*Listed entries*.
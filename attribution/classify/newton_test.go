package classify

import (
	"math"
	"testing"
)

// TestNewtonFromFarStarts: from starts far from the minimiser (log-odds
// of ±20 and more on most rows, where the full Newton step overshoots and
// the line search must bracket), newtonMinimise reaches the minimiser of
// the cold start; the objective is strictly convex, so the minimiser is
// unique (textbook convexity, from memory). It also checks the gradient
// test at the result.
func TestNewtonFromFarStarts(t *testing.T) {
	x, y, _ := interactionData(3000, 3, 9)
	n := len(y)
	z, _, _ := rawDesign(x, nil, float64(n), 1)
	base := make([]float64, z.d)
	base[0] = math.Log(weightedSum(y, nil) / (float64(n) - weightedSum(y, nil)))
	gtol := logisticGradTol * float64(n)
	want, _, err := newtonMinimise(newLogisticObjective(z, y, nil, DefaultLambda, 1), base, gtol)
	if err != nil {
		t.Fatal(err)
	}
	for _, start := range [][]float64{
		{20, 0, 0, 0},
		{-20, 5, -5, 5},
		{0, 30, 30, -30},
	} {
		got, iters, err := newtonMinimise(newLogisticObjective(z, y, nil, DefaultLambda, 1), start, gtol)
		if err != nil {
			t.Fatalf("start %v: %v", start, err)
		}
		for k := range want {
			if d := math.Abs(got[k] - want[k]); d > 1e-6 {
				t.Errorf("start %v: θ_%d = %v, want %v", start, k, got[k], want[k])
			}
		}
		g := make([]float64, z.d)
		newLogisticObjective(z, y, nil, DefaultLambda, 1).Grad(g, got)
		for k, v := range g {
			if math.Abs(v) >= gtol*logisticGradFloor/logisticGradTol {
				t.Errorf("start %v: gradient %d = %.3g at the result", start, k, v)
			}
		}
		t.Logf("start %v: %d Newton steps", start, iters)
	}
}
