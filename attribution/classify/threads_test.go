package classify

import (
	"math"
	"testing"
)

// TestThreadsDeterministic: every learner gives bit-identical log-odds with
// Threads = 1 and Threads = 3 (fixed row blocks reduced in block order), and
// WithThreads keeps the learner's name. The data are large enough for
// several histogram chunks (boosted) and the subsample warm start
// (logistic).
func TestThreadsDeterministic(t *testing.T) {
	if testing.Short() {
		t.Skip("70k-row fits")
	}
	x, y := boostBenchData(70_000, 5, 3)
	boosted := NewBoosted()
	boosted.Rounds = 30
	for _, l := range []Threaded{NewLinear(), NewExpanded(), boosted} {
		var out [2][]float64
		for k, threads := range []int{1, 3} {
			lt := l.WithThreads(threads)
			if lt.Name() != l.Name() {
				t.Fatalf("%s.WithThreads(%d) is named %q", l.Name(), threads, lt.Name())
			}
			m, err := lt.Fit(x, y, nil, 1)
			if err != nil {
				t.Fatal(err)
			}
			out[k] = make([]float64, len(y))
			m.LogOdds(x, out[k])
		}
		for i := range out[0] {
			if math.Float64bits(out[0][i]) != math.Float64bits(out[1][i]) {
				t.Fatalf("%s: row %d: %v with Threads=1, %v with 3", l.Name(), i, out[0][i], out[1][i])
			}
		}
	}
}
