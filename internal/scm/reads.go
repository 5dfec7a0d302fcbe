package scm

import "github.com/gapwise/gapwise/attribution"

// Reads returns which nodes the label and the score of m are functions
// of, for the robust estimator (attribution.NodeReads): the label node,
// and ScoreInputs (nil, every node, when the model does not list them).
// Node indices are mechanism indices of Pooled's mechanisms.
func (m *Model) Reads() attribution.NodeReads {
	r := attribution.NodeReads{Label: []int{m.Label}}
	if m.ScoreInputs != nil {
		r.Score = append([]int(nil), m.ScoreInputs...)
	}
	return r
}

*Exercise details*. Beginning with the line above that contains "if lt.Name() != l.Name()", copy each line exactly up to and including the line that contains "if math.Float64bits(out[0][i]) != math.Float64bits(out[1][i])", and go no further.

*Answer box*.
			if lt.Name() != l.Name() {
				t.Fatalf("%s.WithThreads(%d) is named %q", l.Name(), threads, lt.Name())
			}
			m, err := lt.Fit(x, y, nil, 1)
			if err != nil {
				t.Fatal(err)
			}
			out[k] = make([]float64, len(y))
			m.LogOdds(x, out[k])
		}
		for i := range out[0] {
			if math.Float64bits(out[0][i]) != math.Float64bits(out[1][i]) {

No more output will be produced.